> [Requirement]
Keeping every line intact, repeat the data word for word.

> [Raw data]
def round_vr(value: float) -> float:
    """Round a velocity ratio to two decimals, halves up (any finite float, however large)."""
    return round_half_up(value)


def lesion_chain(lesion: Lesion) -> tuple[str, ...]:
    """Return the segments an extent starting in ``lesion.at`` runs through, in order.

    An occlusion that reconstitutes in a branch (say the peroneal below a popliteal occlusion)
    follows the tree towards that branch; otherwise the extent runs on in line.
    """
    target = lesion.reconstitutes
    if target and target not in anatomy.run_on(lesion.at):
        path = [target]
        for up in anatomy.ancestors(target):
            if up == lesion.at:
                break
            path.append(up)
        return (lesion.at, *reversed(path[1:]), *anatomy.run_on(target))
    return anatomy.run_on(lesion.at)


def lesion_spans(lesion: Lesion) -> tuple[tuple[Span, ...], Span | None]:
    """Return the stretches a lesion covers and, for an occlusion, its reconstitution point."""
    chain = lesion_chain(lesion)
    start = lesion.from_cm or 0.0
    if lesion.length_cm is not None:
        remaining = lesion.length_cm
    elif lesion.occluded and lesion.reconstitutes:
        upto = chain.index(lesion.reconstitutes)
        remaining = sum(SEGMENTS[s].length_cm for s in chain[:upto]) - start
    elif lesion.occluded:
        remaining = SEGMENTS[lesion.at].length_cm - start
    else:
        remaining = min(FOCAL_LENGTH_CM, SEGMENTS[lesion.at].length_cm - start)
    spans: list[Span] = []
    pos = start
    for seg in chain:
        seg_len = SEGMENTS[seg].length_cm
        take = min(remaining, seg_len - pos)
        spans.append(_span(seg, pos, pos + take))
        remaining -= take
        pos = 0.0
        if remaining <= _EPS:
            break
    point: Span | None = None
    if lesion.occluded and (lesion.reconstitutes or lesion.length_cm is not None):
        last = spans[-1]
        end_seg, end_cm = last.segment, last.end_cm
        if abs(end_cm - SEGMENTS[end_seg].length_cm) < _EPS and end_seg != chain[-1]:
            # an occlusion ending on a segment boundary reconstitutes at the next one's start
            end_seg, end_cm = chain[chain.index(end_seg) + 1], 0.0
        if lesion.reconstitutes and end_seg != lesion.reconstitutes and lesion.length_cm is None:
            end_seg, end_cm = lesion.reconstitutes, 0.0
        point = _span(end_seg, end_cm, end_cm)
    return tuple(spans), point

> [Answer to this problem]
def round_vr(value: float) -> float:
    """Round a velocity ratio to two decimals, halves up (any finite float, however large)."""
    return round_half_up(value)


def lesion_chain(lesion: Lesion) -> tuple[str, ...]:
    """Return the segments an extent starting in ``lesion.at`` runs through, in order.

    An occlusion that reconstitutes in a branch (say the peroneal below a popliteal occlusion)
    follows the tree towards that branch; otherwise the extent runs on in line.
    """
    target = lesion.reconstitutes
    if target and target not in anatomy.run_on(lesion.at):
        path = [target]
        for up in anatomy.ancestors(target):
            if up == lesion.at:
                break
            path.append(up)
        return (lesion.at, *reversed(path[1:]), *anatomy.run_on(target))
    return anatomy.run_on(lesion.at)


def lesion_spans(lesion: Lesion) -> tuple[tuple[Span, ...], Span | None]:
    """Return the stretches a lesion covers and, for an occlusion, its reconstitution point."""
    chain = lesion_chain(lesion)
    start = lesion.from_cm or 0.0
    if lesion.length_cm is not None:
        remaining = lesion.length_cm
    elif lesion.occluded and lesion.reconstitutes:
        upto = chain.index(lesion.reconstitutes)
        remaining = sum(SEGMENTS[s].length_cm for s in chain[:upto]) - start
    elif lesion.occluded:
        remaining = SEGMENTS[lesion.at].length_cm - start
    else:
        remaining = min(FOCAL_LENGTH_CM, SEGMENTS[lesion.at].length_cm - start)
    spans: list[Span] = []
    pos = start
    for seg in chain:
        seg_len = SEGMENTS[seg].length_cm
        take = min(remaining, seg_len - pos)
        spans.append(_span(seg, pos, pos + take))
        remaining -= take
        pos = 0.0
        if remaining <= _EPS:
            break
    point: Span | None = None
    if lesion.occluded and (lesion.reconstitutes or lesion.length_cm is not None):
        last = spans[-1]
        end_seg, end_cm = last.segment, last.end_cm
        if abs(end_cm - SEGMENTS[end_seg].length_cm) < _EPS and end_seg != chain[-1]:
            # an occlusion ending on a segment boundary reconstitutes at the next one's start
            end_seg, end_cm = chain[chain.index(end_seg) + 1], 0.0
        if lesion.reconstitutes and end_seg != lesion.reconstitutes and lesion.length_cm is None:
            end_seg, end_cm = lesion.reconstitutes, 0.0
        point = _span(end_seg, end_cm, end_cm)
    return tuple(spans), point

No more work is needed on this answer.